Runté at When Words Collide Fesitval, Calgary


The When Worlds Collide Festival in Calgary this past weekend was a unqualified success. The consensus of those attending was that it was the best SF convention since Context’91. I highly recommend the convention to any writer, editor, or publisher who can make it next year. (The pilot convention this year focused on SF and some Romance writing, but will be expanded to include all genre’s next year.) It is starting to shape up as the best Canadian venue to network with fellow genre authors, editors and small press publishers.

As a senior editor at Five River Books, I was asked to participated on two panels, a blue pencil cafe, and hold a public pitch session. [I also did three author readings — two related to the Tesseracts 15 book launch, and one (with Alberta poet Bob Stallworthy) an excerpt from my upcoming novel.]


Robert Runté reading from “Split Decision” at Edge book launch, When Words Collide Festival, August 14, 2011 (Photo John Archer)
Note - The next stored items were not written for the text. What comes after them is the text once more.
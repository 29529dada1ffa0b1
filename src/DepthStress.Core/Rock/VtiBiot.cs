namespace DepthStress.Core.Rock;

/// <summary>
/// Biot's coefficient in both directions from drained static stiffnesses and isotropic grains (Cheng 1997, recalled, not read;
/// the isotropic limit is <c>1 - K / Ks</c>, an identity).
/// </summary>
public static class VtiBiot
{
    /// <summary><c>1 - (2 C13 + C33) / (3 Ks)</c>.</summary>
    public static double Vertical(VtiStiffness c, double grains) => 1 - (((2 * c.C13) + c.C33) / (3 * grains));

    /// <summary><c>1 - (C11 + C12 + C13) / (3 Ks)</c>.</summary>
    public static double Horizontal(VtiStiffness c, double grains) => 1 - ((c.C11 + c.C12 + c.C13) / (3 * grains));
}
As a working convention, it paid off in spades: I spent an evening working with Michell Plested on his book, the equivalent of a month’s worth of back and forth emails compressed into a single working dinner; I worked out tentative deals with two other authors, and made the initial approach to several others as possibilities; listened to novel pitches from a half dozen authors at the public pitch session and encouraged one of them to email a full submission. (A couple of the others were promising, but not subgenres in which Five River’s would be interested; hopefully I was able to provide useful feedback on how to refine their pitches when approaching other publishers). I attended a half dozen readings, most notably those by Susan Forest, Susan MacGregor, and Bob Stallworthy, any of which were worth the price of admission alone; there were a half dozen book launches; dozens of interesting panels (see program) and workshops; and an unparalleled networking opportunity.

If this year’s event was any indication, I highly recommend next year’s WWC Festival to any writers (or serious minded readers) as a great venue to meet/do deals with editors and publishers, to find out what is happening in the field, and to take in some great workshops/panels etc.